#### Materials provided
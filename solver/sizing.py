"""Derived quantities of a case before it runs: resolution, memory, rank counts."""
from __future__ import annotations

import math

from .case import Case
from .grid import allowed_rank_counts, dealias_cutoff


def bytes_per_point(nfields: int, ranks: int = 1) -> float:
    """Estimated resident bytes per grid point of the engine's arrays (all ranks together).

    Spectral arrays hold ``Nz/2+1`` complex values per ``Nz`` points: 8 bytes per
    point each, real spectral coefficient arrays 4 bytes, physical arrays 8.
    Counted: state, first-stage tendency and the two other stepper registers
    (4 x nfields spectral), the advection work arrays (3 velocity + T + product
    physical, 1 + 3 spectral), the transform buffers (1 physical + 1 spectral, and
    2 spectral-sized transpose buffers on several ranks), wavenumber and frame
    coefficient arrays (about 8 real spectral arrays).
    """
    spectral = 8.0
    physical = 8.0
    real_spectral = 4.0
    total = 4 * nfields * spectral
    total += (4 + (1 if nfields == 3 else 0)) * physical + 4 * spectral
    total += physical + spectral + (2 * spectral if ranks > 1 else 0)
    total += 8 * real_spectral
    return total


def derived(case: Case, ranks: int | None = None) -> dict:
    """Numbers ``shearmix check`` prints (and the README documents)."""
    nx, ny, nz = case.shape
    lx, ly, lz = case.lengths
    cut = tuple(dealias_cutoff(n) for n in case.shape)
    kmax = min(2 * math.pi / L * c for L, c in zip(case.lengths, cut))
    nfields = 3 if case.model == "boussinesq" else 2
    out = {
        "model": case.model,
        "convention": case.convention,
        "Re": case.Re,
        "B": case.B,
        "Pe": case.Pe,
        "Pr": case.Pr,
        "BPe": case.BPe,
        "kf": case.kf,
        "F0": case.F0,
        "laminar amplitude U_L": case.U_L,
        "box": (lx, ly, lz),
        "grid": (nx, ny, nz),
        "spacing": (lx / nx, ly / ny, lz / nz),
        "dealias cutoff (wave index)": cut,
        "kmax": kmax,
        "kmax*eta_K of the laminar flow": kmax * (case.Re ** 3 * case.F0 * case.U_L / 2) ** -0.25
        if case.F0 > 0 else float("nan"),
        "allowed rank counts": allowed_rank_counts(case.shape),
    }
    per_point = bytes_per_point(nfields, ranks or 1)
    out["expected memory"] = per_point * nx * ny * nz
    out["bytes per point"] = per_point
    return out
########
**Work instructions**
For this exercise, repeat exactly the lines of the data above from the one with "Spectral arrays hold" down to the one with "Counted: state, first-stage", both end lines included.

**Response to the task**
    Spectral arrays hold ``Nz/2+1`` complex values per ``Nz`` points: 8 bytes per
    point each, real spectral coefficient arrays 4 bytes, physical arrays 8.
    Counted: state, first-stage tendency and the two other stepper registers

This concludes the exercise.